The Hidden Rules Designed to Manage Risk (And Stop You Out)
Proprietary firms use extremely strict risk management protocols. While they protect the firm from ruin, these rules are notoriously difficult for beginners to navigate and contribute heavily to the high failure rate.
- Intraday Trailing Drawdowns: Some of the hardest rules to navigate. Instead of calculating drawdown at the end of the day, it is calculated from your highest open profit. If a trade goes $1,000 in your favor and you don't take profit, and it returns to breakeven, you just lost $1,000 of your allowed drawdown.
- Minimum Trading Days vs. High Frequency: Firms often require minimum trading days to prevent lucky "all-in" gambles, but some also ban High-Frequency Trading (HFT) and micro-scalping because it exploits simulated execution environments.

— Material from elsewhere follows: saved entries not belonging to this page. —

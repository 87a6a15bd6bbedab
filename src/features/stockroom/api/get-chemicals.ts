/** GET /api/chemicals: chemicals with their computed hazard classes, paged and sorted on the server. */
import { keepPreviousData, queryOptions, useQuery } from "@tanstack/react-query";
import { boundedPageOf } from "@shared/schemas/common";
import { chemicalDto } from "@shared/schemas/stock";
import { api, parseResponse } from "@/lib/api-client";
import { stockKeys, type ChemicalFilters } from "./keys";

const chemicalPage = boundedPageOf(chemicalDto);

export async function getChemicals(q: ChemicalFilters, signal?: AbortSignal) {
  const data = await api.get<unknown>("/chemicals", { query: { ...q }, signal });
  return parseResponse(chemicalPage, data, "GET /api/chemicals");
}

/** The chemicals table's page size, and its first page as the table and the route loader ask for it. */
export const CHEMICAL_PAGE = 50;
export const firstChemicalsPage: ChemicalFilters = { sort: "name", dir: "asc", limit: CHEMICAL_PAGE, offset: 0 };

export const chemicalsQueryOptions = (q: ChemicalFilters) =>
  queryOptions({ queryKey: stockKeys.chemicalList(q), queryFn: ({ signal }) => getChemicals(q, signal), placeholderData: keepPreviousData });

export const useChemicals = (q: ChemicalFilters) => useQuery(chemicalsQueryOptions(q));
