/**
 * The fake payment service's records and rules: customers, invoice items, invoices and events,
 * shaped like the real API's objects (API version 2025-10-29.clover, which the installed SDK
 * pins) so the SDK's types and Phasebook's code see what they will see in production. Errors
 * are thrown as ApiError carrying the service's error JSON; the HTTP layer only serialises them.
 */
import crypto from "node:crypto";
import type { FormObject, FormValue } from "./form-body";
import type { DeliveryAttempt } from "./webhook-sender";

export const API_VERSION = "2025-10-29.clover";

export type Metadata = Record<string, string>;

export interface ApiErrorBody {
  type: "invalid_request_error" | "api_error" | "idempotency_error" | "card_error";
  message: string;
  param?: string;
  code?: string;
}

export class ApiError extends Error {
  constructor(
    readonly status: number,
    readonly body: ApiErrorBody,
  ) {
    super(body.message);
  }
}

export interface Address {
  city: string | null;
  country: string | null;
  line1: string | null;
  line2: string | null;
  postal_code: string | null;
  state: string | null;
}

export interface Customer {
  id: string;
  object: "customer";
  address: Address | null;
  balance: number;
  created: number;
  currency: string | null;
  default_source: null;
  delinquent: boolean;
  description: string | null;
  discount: null;
  email: string | null;
  invoice_prefix: string;
  invoice_settings: { custom_fields: null; default_payment_method: null; footer: string | null; rendering_options: null };
  livemode: false;
  metadata: Metadata;
  name: string | null;
  next_invoice_sequence: number;
  phone: string | null;
  preferred_locales: string[];
  shipping: null;
  tax_exempt: "none" | "exempt" | "reverse";
  test_clock: null;
}

export interface InvoiceItem {
  id: string;
  object: "invoiceitem";
  amount: number;
  currency: string;
  customer: string;
  date: number;
  description: string | null;
  discountable: boolean;
  discounts: string[];
  invoice: string | null;
  livemode: false;
  metadata: Metadata;
  net_amount: number;
  parent: null;
  period: { start: number; end: number };
  pricing: { type: "price_details"; unit_amount_decimal: string | null };
  proration: boolean;
  quantity: number;
  tax_rates: never[];
  test_clock: null;
}

export type InvoiceStatus = "draft" | "open" | "paid" | "uncollectible" | "void";

/** Stored without `lines`; they are read from the invoice items each time it is shown. */
export interface StoredInvoice {
  id: string;
  object: "invoice";
  account_country: string;
  account_name: string;
  amount_due: number;
  amount_overpaid: number;
  amount_paid: number;
  amount_remaining: number;
  amount_shipping: number;
  attempt_count: number;
  attempted: boolean;
  auto_advance: boolean;
  automatically_finalizes_at: number | null;
  billing_reason: "manual";
  collection_method: "send_invoice" | "charge_automatically";
  created: number;
  currency: string;
  customer: string;
  customer_address: Address | null;
  customer_email: string | null;
  customer_name: string | null;
  customer_phone: string | null;
  customer_tax_exempt: Customer["tax_exempt"];
  days_until_due: number | null;
  default_payment_method: null;
  default_source: null;
  description: string | null;
  discounts: never[];
  due_date: number | null;
  effective_at: number | null;
  ending_balance: number | null;
  footer: string | null;
  hosted_invoice_url: string | null;
  invoice_pdf: null;
  last_finalization_error: null;
  livemode: false;
  metadata: Metadata;
  next_payment_attempt: number | null;
  number: string | null;
  parent: null;
  period_end: number;
  period_start: number;
  post_payment_credit_notes_amount: number;
  pre_payment_credit_notes_amount: number;
  receipt_number: null;
  starting_balance: number;
  statement_descriptor: null;
  status: InvoiceStatus;
  status_transitions: {
    finalized_at: number | null;
    marked_uncollectible_at: number | null;
    paid_at: number | null;
    voided_at: number | null;
  };
  subtotal: number;
  subtotal_excluding_tax: number;
  test_clock: null;
  total: number;
  total_discount_amounts: never[];
  total_excluding_tax: number;
  total_taxes: never[];
  webhooks_delivered_at: number | null;
}

export interface PaymentEvent {
  id: string;
  object: "event";
  api_version: string;
  created: number;
  data: { object: Record<string, unknown> };
  livemode: false;
  pending_webhooks: number;
  request: { id: string | null; idempotency_key: string | null };
  type: string;
}
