/** POST /api/containers/receive: n containers of one delivery (201 { containers }). */
import { useMutation, useQueryClient } from "@tanstack/react-query";
import { z } from "zod";
import { containerDto, type ReceiveInput } from "@shared/schemas/stock";
import { api, parseResponse } from "@/lib/api-client";
import { stockKeys } from "./keys";

export async function receiveContainers(input: ReceiveInput) {
  const data = await api.post<unknown>("/containers/receive", input);
  return parseResponse(z.object({ containers: z.array(containerDto) }), data, "POST /api/containers/receive").containers;
}

export function useReceiveContainers() {
  const queryClient = useQueryClient();
  return useMutation({ mutationFn: receiveContainers, onSuccess: () => queryClient.invalidateQueries({ queryKey: stockKeys.containers() }) });
}
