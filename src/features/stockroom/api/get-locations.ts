/** GET /api/locations: every place with its path, for filters and the move and receive forms. */
import { queryOptions, useQuery } from "@tanstack/react-query";
import { z } from "zod";
import { locationDto } from "@shared/schemas/stock";
import { api, parseResponse } from "@/lib/api-client";
import { stockKeys } from "./keys";

export async function getLocations(signal?: AbortSignal) {
  const data = await api.get<unknown>("/locations", { signal });
  return parseResponse(z.object({ items: z.array(locationDto), total: z.number() }), data, "GET /api/locations").items;
}

export const locationsQueryOptions = () => queryOptions({ queryKey: stockKeys.locations(), queryFn: ({ signal }) => getLocations(signal), staleTime: 60_000 });
export const useLocations = () => useQuery(locationsQueryOptions());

- Consistency Rules: To ensure you didn't pass through a single lucky news event, firms often dictate that no single trading day can account for more than 30% of your total profits.
- News Trading Restrictions: Volatility during CPI or FOMC events is erratic. B-Book firms hate extreme news events because simulated pricing and slippage differ from live market conditions, so they simply ban holding positions during those windows.

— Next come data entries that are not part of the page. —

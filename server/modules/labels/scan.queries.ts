/**
 * Scan: resolves a scanned label token to its record (or says the label was replaced) and
 * describes the record as the Scan page shows it, with what the signed-in person may do there
 * (from the container and instrument policies, nothing decided here).
 */
import type { DataSource } from "typeorm";
import { handlingCautions } from "@shared/domain/cautions";
import { isLabelTokenShape } from "@shared/domain/labels";
import { pictogramsFor, signalWordFor, type GhsPictogram } from "@shared/domain/hazards";
import type { BookingStatus } from "@shared/schemas/bookings";
import { recordPath, type LabelledTypeName } from "@shared/schemas/labels";
import { type ScanBookingDto, type ScanContainerRecord, type ScanInstrumentRecord, type ScanResultDto } from "@shared/schemas/scan";
import { AuditEntry, Chemical, Container, Instrument, LabelHistory } from "../../entities";
import { AppError, NotFound } from "../../errors";
import type { AuthUser } from "../../middleware/auth";
import type { Deps } from "../../core/deps";
import { allLocations, containerPolicy, locationPaths, presentChemical } from "../stockroom";
import { bookingPolicy, instrumentPolicy, openFaults, readBookingSettings, seesInFull } from "../schedule";
import { factsOf, plansOfBookings, runPlanPolicy } from "../runplans";

/**
 * A retired token opens nothing: 404 as the contract has it for a token that leads nowhere, with
 * its own code "label_replaced" (and when) so a client can tell "replaced" from "never existed".
 */
export class LabelReplaced extends AppError {
  constructor(replacedAt: string, type: LabelledTypeName) {
    super(
      404,
      "label_replaced",
      `This label was replaced on ${replacedAt.slice(0, 10)}; the ${type} has a newer label. Scan the new label or look the record up.`,
      undefined,
      { replacedAt, labelledType: type },
    );
  }
}

const ACTIVE_BOOKING = ["requested", "confirmed", "in_progress"];

/** Building › room › cabinet for a location id, from one read of the (small) locations table. */
export async function pathFinder(ds: DataSource): Promise<(id: number | null) => string | null> {
  const paths = locationPaths(await allLocations(ds));
  return (id) => (id === null ? null : (paths.get(id) ?? null));
}

export function jsonList(s: string): string[] {
  try {
    const v = JSON.parse(s) as unknown;
    return Array.isArray(v) ? v.map(String) : [];
  } catch {
    return [];
  }
}

async function containerRecord(ds: DataSource, user: AuthUser, c: Container): Promise<ScanContainerRecord> {
  const chem = await ds.getRepository(Chemical).findOneByOrFail({ id: c.chemicalId });
  const where = await pathFinder(ds);
  const hCodes = jsonList(chem.hazardStatements);
  const stored = jsonList(chem.pictograms) as GhsPictogram[];
  const signal = chem.signalWord ?? signalWordFor(hCodes);
  return {
    chemicalId: chem.id,
    name: chem.name,
    casNumber: chem.casNumber,
    kind: c.kind,
    quantity: c.quantity,
    unit: c.unit,
    status: c.status,
    holdReason: c.holdReason,
    locationId: c.locationId,
    location: where(c.locationId),
    expiresAt: c.expiresAt,
    hazardStatements: hCodes,
    pictograms: stored.length ? stored : pictogramsFor(hCodes),
    signalWord: signal === "none" || signal === "undetermined" ? null : signal,
    cautions: handlingCautions(presentChemical(chem)),
    abilities: containerPolicy.abilities(user, { ...c, chemicalHoldReason: chem.onHoldReason }),
  };
}

async function bookingsOf(deps: Deps, user: AuthUser, instrumentId: number): Promise<{ current: ScanBookingDto | null; next: ScanBookingDto | null }> {
  const t = deps.now().getTime();
  const rows: { id: number; userId: number; status: BookingStatus; startsAt: string; endsAt: string; startMs: number; endMs: number; checkedInAt: string | null; checkedOutAt: string | null; userName: string }[] =
    await deps.ds.query(
      `SELECT b.id, b.userId, b.status, b.startsAt, b.endsAt, b.startMs, b.endMs, b.checkedInAt, b.checkedOutAt, u.name AS userName
         FROM bookings b JOIN booking_instruments bi ON bi.bookingId = b.id JOIN users u ON u.id = b.userId
        WHERE bi.instrumentId = ? AND b.endMs > ? AND b.status IN (${ACTIVE_BOOKING.map(() => "?").join(",")})
        ORDER BY b.startMs LIMIT 5`,
      [instrumentId, t, ...ACTIVE_BOOKING],
    );
  const { checkInEarlyMinutes } = readBookingSettings(deps.ds);
  const dto = (b: (typeof rows)[number]): ScanBookingDto => {
    const mine = b.userId === user.id;
    // Who booked it, and when they checked in, as the Schedule shows it: the booking policy's rule.
    const full = seesInFull(user, b);
    return {
      id: full ? b.id : null,
      start: b.startsAt,
      end: b.endsAt,
      status: b.status,
      mine,
      who: full ? b.userName : null,
      checkedInAt: full ? b.checkedInAt : null,
      checkedOutAt: full ? b.checkedOutAt : null,
      // The Schedule's booking policy says what the scanner may do (check in, check out…).
      abilities: bookingPolicy.abilities(user, { booking: b, nowMs: t, checkInEarlyMinutes }),
    };
  };
  const current = rows.find((b) => b.startMs <= t && b.status !== "requested");
  const next = rows.find((b) => b.startMs > t && b !== current);
  return { current: current ? dto(current) : null, next: next ? dto(next) : null };
}

async function lastCleanedAt(ds: DataSource, instrumentId: number): Promise<string | null> {
  const row = await ds.getRepository(AuditEntry).findOne({
    where: { entityType: "instrument", entityId: instrumentId, action: "instrument.cleaned" },
    order: { id: "DESC" },
  });
  return row?.at ?? null;
}

async function instrumentRecord(deps: Deps, user: AuthUser, i: Instrument): Promise<ScanInstrumentRecord> {
  const where = await pathFinder(deps.ds);
  const { current, next } = await bookingsOf(deps, user, i.id);
  return {
    name: i.name,
    kind: i.kind,
    status: i.status,
    location: where(i.locationId),
    lastCleanedAt: await lastCleanedAt(deps.ds, i.id),
    currentBooking: current,
    nextBooking: next,
    openFaults: await openFaults(deps.ds.manager, i.id),
    // The plans of the bookings shown, as far as the run-plan policy lets this person see them.
    runPlans: plansOfBookings(deps.ds, [current?.id, next?.id].filter((x): x is number => typeof x === "number"))
      .filter((p) => runPlanPolicy.can(user, "see", factsOf(p)))
      .map((p) => ({ id: p.id, title: p.title, bookingId: p.bookingId as number, heldReservations: p.heldCount })),
    abilities: instrumentPolicy.abilities(user, i),
  };
}

export async function describeContainer(deps: Deps, user: AuthUser, id: number): Promise<ScanResultDto> {
  const c = await deps.ds.getRepository(Container).findOneBy({ id });
  if (!c) throw new NotFound("That container");
  return { type: "container", id, url: recordPath("container", id), record: await containerRecord(deps.ds, user, c) };
}

export async function describeInstrument(deps: Deps, user: AuthUser, id: number): Promise<ScanResultDto> {
  const i = await deps.ds.getRepository(Instrument).findOneBy({ id });
  if (!i) throw new NotFound("That instrument");
  return { type: "instrument", id, url: recordPath("instrument", id), record: await instrumentRecord(deps, user, i) };
}

/** The record a label token stands for; 404 with code "label_malformed" (wrong shape, no lookup), "label_unknown" or "label_replaced". */
export async function resolveLabel(deps: Deps, user: AuthUser, token: string): Promise<ScanResultDto> {
  if (!isLabelTokenShape(token)) {
    // 404 like any code that leads nowhere (API.md), with its own code for the Scan page.
    throw new AppError(404, "label_malformed", "This is not a Phasebook label code: a code is 22 to 64 letters, digits, '-' or '_'.");
  }
  const c = await deps.ds.getRepository(Container).findOneBy({ labelToken: token });
  if (c) return describeContainer(deps, user, c.id);
  const i = await deps.ds.getRepository(Instrument).findOneBy({ labelToken: token });
  if (i) return describeInstrument(deps, user, i.id);
  const old = await deps.ds.getRepository(LabelHistory).findOneBy({ token });
  if (old) throw new LabelReplaced(old.retiredAt, old.entityType);
  throw new NotFound("No record with this label", "label_unknown");
}

/** Every location with its full path, sorted by path, for pick lists. */
export async function locationChoices(ds: DataSource): Promise<{ id: number; path: string }[]> {
  const all = await allLocations(ds);
  const paths = locationPaths(all);
  return all.map((l) => ({ id: l.id, path: paths.get(l.id) ?? l.name })).sort((a, b) => a.path.localeCompare(b.path));
}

Why Some Prop Firms Have Longevity While Others Fail
The sudden explosion in prop firm popularity in recent years has led to both massive success stories and spectacular company collapses. So why do some firms thrive while others declare bankruptcy?
Firms that fail generally operate structurally like a Ponzi scheme—they rely entirely on new challenge sign-ups to pay their successful funded traders. If marketing slows down and the influx of new evaluation fees drops, they suddenly don't have the cash to pay their profitable B-book traders.
Conversely, firms with longevity use exceptional data modeling. They identify the top 1% of traders and reliably copy their trades to live markets (A-Booking), using real market profits to fund their operations. They don't just rely on challenge fees; they actually utilize their talented trader pool as an asset.
The Bottom Line for Traders
Understanding that 90% of a firm’s evaluation revenue comes from failed traders shouldn't discourage you. Instead, it should serve as a stark warning: You must treat risk management with surgical precision.
The prop firm model works beautifully for the patient, disciplined trader. By understanding exactly how and why firms lay out their rules—to filter out impulsive gamblers and identify consistent risk managers—you can align your strategy to ensure you fall on the profitable side of the statistics.